• DESCRIPTION OF THE TASK
Print, from the listing below, the lines starting at the line containing "function refused(why: string): WitnessCheck" and ending at the line containing "type CellKind, isCellKind", exactly as they stand, and print nothing else.

• EXERCISE DATA
-----

import type { Applies, Hypothesis, Verdict } from '@stillroom/shared/cells';
import type { Network } from '@stillroom/shared/network';
import type { Finding } from './evidence.ts';
import type { PlainNetwork } from './plain-network.ts';
import { plainNetwork } from './plain-network.ts';
import { rules } from './rules.ts';

/**
 * Whether the evidence of a verdict holds up: `ok` when nothing speaks against it, `confirmed` when besides every
 * hypothesis that holds or fails was confirmed afresh. `why` names the first thing that is missing.
 */
export interface WitnessCheck {
  readonly ok: boolean;
  readonly confirmed: boolean;
  readonly why: string;
}

/** Species times reactions above which the plain arithmetic of the checker would take too long. */
const LARGEST = 20_000;

/**
 * Checks a verdict against its network without trusting the prover: every hypothesis that is said to hold or to fail is
 * confirmed from its witness (or, where it needs none, by looking), and `applies` must follow from the hypotheses.
 */
export function checkWitness(network: Network, verdict: Verdict): WitnessCheck {
  if (network.species.length * network.reactions.count > LARGEST) {
    return refused('The network is too large for this checker.');
  }
  const plain = plainNetwork(network);
  let open: string | null = null;
  for (const hypothesis of verdict.hypotheses) {
    const finding = findingOn(network, plain, verdict, hypothesis);
    if (typeof finding === 'string') return refused(`"${hypothesis.text}": ${finding}`);
    if (finding !== null) open ??= `"${hypothesis.text}": ${finding.why}`;
  }
  const expected = followsFrom(verdict.hypotheses);
  if (verdict.applies !== expected) {
    return refused(`The hypotheses give "${expected}", the verdict says "${verdict.applies}".`);
  }
  return {
    ok: true,
    confirmed: open === null,
    why: open ?? 'Every hypothesis was confirmed from its witness.',
  };
}

function refused(why: string): WitnessCheck {
  return { ok: false, confirmed: false, why };
}

function findingOn(network: Network, plain: PlainNetwork, verdict: Verdict, hypothesis: Hypothesis): Finding {
  if (hypothesis.holds === null) return null;
  try {
    return rules[hypothesis.claim]({
      network,
      plain,
      verdict,
      hypothesis,
      holds: hypothesis.holds,
      witness: hypothesis.witness,
    });
  } catch (error) {
    return `the witness cannot be read (${error instanceof Error ? error.message : String(error)}).`;
  }
}

function followsFrom(hypotheses: readonly Hypothesis[]): Applies {
  if (hypotheses.some(({ holds }) => holds === false)) return 'no';
  return hypotheses.some(({ holds }) => holds === null) ? 'undecided' : 'yes';
}
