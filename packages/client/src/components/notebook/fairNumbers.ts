import { type CellKind, isCellKind } from '@stillroom/shared/cells';
import type { FairCell } from '@stillroom/shared/contracts';
import { citedWorks } from '../results/citedName.ts';
import { numberCells } from './numbering.ts';

/** A line of a fair copy's contents: a heading of prose, or a number with the cell's name. */
export interface ContentsLine {
  readonly id: string;
  readonly words: string;
  readonly name: string;
}

const known = (cells: readonly FairCell[]) =>
  cells.flatMap((cell) => (isCellKind(cell.kind) ? [{ ...cell, kind: cell.kind as CellKind }] : []));

/** "Scheme 1" by id, and by name for references in prose, with the works that prose cites. */
export function fairNumbers(cells: readonly FairCell[]): {
  byId: ReadonlyMap<string, string>;
  byName: ReadonlyMap<string, string>;
} {
  const byId = numberCells(known(cells));
  const byName = new Map(
    cells
      .flatMap(({ id, name }) => {
        const number = byId.get(id);
        return name === '' || number === undefined ? [] : [[name, number] as const];
      })
      .concat(citedWorks(cells)),
  );
  return { byId, byName };
}

const headings = (text: string) =>
  [...text.matchAll(/^#{1,3}\s+(.+?)\s*#*$/gmu)].map(([, words = '']) => words.replaceAll(/[*_`]/gu, ''));

/** Contents of a fair copy in order; scripts and unnamed kinds go by their name. */
export function fairContents(
  cells: readonly FairCell[],
  numbers: ReadonlyMap<string, string>,
): readonly ContentsLine[] {
  return cells.flatMap(({ id, kind, name, text }): ContentsLine[] => {
    if (kind === 'prose')
      return headings(text)
        .slice(0, 1)
        .map((words) => ({ id, words, name: '' }));
    const number = numbers.get(id);
    return number === undefined ? [] : [{ id, words: number, name }];
  });
}

/** "A, B and C". */
export const listed = (names: readonly string[]): string =>
  names.length < 2 ? (names[0] ?? '') : `${names.slice(0, -1).join(', ')} and ${names.at(-1)}`;

const cautions: Readonly<Record<string, string>> = {
  clinical: 'These are model calculations: not for dosing or diagnosis without qualified review.',
  'public health':
    'These are model calculations: not for outbreak control decisions without qualified review.',
  'process safety':
    'These are model calculations: not for process safety decisions without qualified review; local codes and licensed practice come first.',
  environment: 'These are model calculations: not for environmental decisions without qualified review.',
};

/** The caution a notebook of this subject carries; null for none. */
export const cautionOf = (subject: string): string | null => cautions[subject] ?? null;
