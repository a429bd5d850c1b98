import type { Rational } from '../../exact/index.ts';
import {
  add,
  compare,
  fromDouble,
  isZero,
  multiply,
  negate,
  ONE,
  sign,
  subtract,
  toDouble,
  ZERO,
} from '../../exact/index.ts';
import { inverse } from '../../intervals/index.ts';

/** An interval with exact rational ends: no rounding anywhere, so nothing has to be trusted about the host. */
export interface ExactInterval {
  readonly low: Rational;
  readonly high: Rational;
}

/** A polynomial equation Σ coefficient · x^exponents = constant. */
export interface Equation {
  readonly terms: readonly { readonly coefficient: Rational; readonly exponents: readonly number[] }[];
  readonly constant: Rational;
}

/**
 * Whether a box holds exactly one zero of a square system, with a regular Jacobian: the Krawczyk operator maps the box into
 * its interior, in exact arithmetic. The preconditioner comes from doubles; any one that works is as good as another.
 */
export function holdsOneZero(equations: readonly Equation[], box: readonly ExactInterval[]): boolean {
  const centre = box.map(({ low, high }) => fromDouble((toDouble(low) + toDouble(high)) / 2));
  const jacobian = equations.map((equation) => box.map((_, k) => slope(equation, box, k)));
  const approximate = inverse(
    jacobian.map((row) =>
      row.map(({ low, high }, k) => ((toDouble(low) + toDouble(high)) / 2) * toDouble(centre[k]!)),
    ),
  );
  if (approximate === null) return false;
  // Rows of the preconditioner belong to x / centre.
  const c = approximate.map((row, i) =>
    row.map((entry) => multiply(fromDouble(Math.fround(entry)), centre[i]!)),
  );
  const values = equations.map((equation) => valueAt(equation, centre));
  return box.every((side, i) => {
    let low = centre[i]!;
    let high = centre[i]!;
    const shift = c[i]!.reduce((sum, weight, j) => add(sum, multiply(weight, values[j]!)), ZERO);
    low = subtract(low, shift);
    high = subtract(high, shift);
    for (let k = 0; k < box.length; k++) {
      let entry: ExactInterval = { low: ZERO, high: ZERO };
      for (let j = 0; j < box.length; j++) entry = plus(entry, times(exactly(c[i]![j]!), jacobian[j]![k]!));
      const identity = exactly(i === k ? ONE : ZERO);
      const defect = plus(identity, { low: negate(entry.high), high: negate(entry.low) });
      const spread = { low: subtract(box[k]!.low, centre[k]!), high: subtract(box[k]!.high, centre[k]!) };
      const part = times(defect, spread);
      low = add(low, part.low);
      high = add(high, part.high);
    }
    return compare(low, side.low) > 0 && compare(high, side.high) < 0;
  });
}

function exactly(value: Rational): ExactInterval {
  return { low: value, high: value };
}

function plus(a: ExactInterval, b: ExactInterval): ExactInterval {
  return { low: add(a.low, b.low), high: add(a.high, b.high) };
}

function times(a: ExactInterval, b: ExactInterval): ExactInterval {
  const products = [
    multiply(a.low, b.low),
    multiply(a.low, b.high),
    multiply(a.high, b.low),
    multiply(a.high, b.high),
  ];
  products.sort(compare);
  return { low: products[0]!, high: products[3]! };
}

function valueAt({ terms, constant }: Equation, x: readonly Rational[]): Rational {
  return terms.reduce(
    (sum, { coefficient, exponents }) =>
      add(
        sum,
        exponents.reduce((product, exponent, i) => multiplied(product, x[i]!, exponent), coefficient),
      ),
    negate(constant),
  );
}

function multiplied(value: Rational, factor: Rational, times: number): Rational {
  let product = value;
  for (let k = 0; k < times; k++) product = multiply(product, factor);
  return product;
}

/** ∂/∂x_k on a box of positive numbers. */
function slope({ terms }: Equation, box: readonly ExactInterval[], k: number): ExactInterval {
  let sum: ExactInterval = { low: ZERO, high: ZERO };
  for (const { coefficient, exponents } of terms) {
    const own = exponents[k]!;
    if (own === 0 || isZero(coefficient)) continue;
    let low = ONE;
    let high = ONE;
    exponents.forEach((exponent, i) => {
      const count = i === k ? exponent - 1 : exponent;
      low = multiplied(low, box[i]!.low, count);
      high = multiplied(high, box[i]!.high, count);
    });
    const factor = multiply(coefficient, { numerator: BigInt(own), denominator: 1n });
    const [first, second] = sign(factor) > 0 ? [low, high] : [high, low];
    sum = plus(sum, { low: multiply(factor, first), high: multiply(factor, second) });
  }
  return sum;
}
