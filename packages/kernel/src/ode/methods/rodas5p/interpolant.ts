import type { CommonWorkspace } from '../../workspace.ts';
import { rodas5p } from './tableau.ts';
import type { RosenbrockWorkspace } from './workspace.ts';

/** Dense output of the step whose stages stand in memory; the vectors D_r are made once per step. */
export function rosenbrockInterpolant(
  memory: Float64Array,
  common: CommonWorkspace,
  own: RosenbrockWorkspace,
): { invalidate(): void; at(theta: number, out: Float64Array): void } {
  const n = common.dimension;
  const dense = rodas5p.dense.map(() => new Float64Array(n));
  let ready = false;
  const fill = (): void => {
    rodas5p.dense.forEach((weights, r) => {
      const vector = dense[r]!;
      for (let i = 0; i < n; i++) {
        let sum = 0;
        for (let s = 0; s < weights.length; s++) sum += weights[s]! * memory[own.stages[s]! + i]!;
        vector[i] = sum;
      }
    });
    ready = true;
  };
  return {
    invalidate() {
      ready = false;
    },
    at(theta, out) {
      if (!ready) fill();
      const [d1, d2, d3] = dense;
      const rest = 1 - theta;
      for (let i = 0; i < n; i++) {
        const bend = d1![i]! + theta * (d2![i]! + theta * d3![i]!);
        out[i] = rest * memory[common.state + i]! + theta * (memory[common.next + i]! + rest * bend);
      }
    },
  };
}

-----

• RESPONSE TO THIS EXERCISE
function refused(why: string): WitnessCheck {
  return { ok: false, confirmed: false, why };
}

function findingOn(network: Network, plain: PlainNetwork, verdict: Verdict, hypothesis: Hypothesis): Finding {
  if (hypothesis.holds === null) return null;
  try {
    return rules[hypothesis.claim]({
      network,
      plain,
      verdict,
      hypothesis,
      holds: hypothesis.holds,
      witness: hypothesis.witness,
    });
  } catch (error) {
    return `the witness cannot be read (${error instanceof Error ? error.message : String(error)}).`;
  }
}

function followsFrom(hypotheses: readonly Hypothesis[]): Applies {
  if (hypotheses.some(({ holds }) => holds === false)) return 'no';
  return hypotheses.some(({ holds }) => holds === null) ? 'undecided' : 'yes';
}
filename packages/client/src/components/notebook/fairNumbers.ts
import { type CellKind, isCellKind } from '@stillroom/shared/cells';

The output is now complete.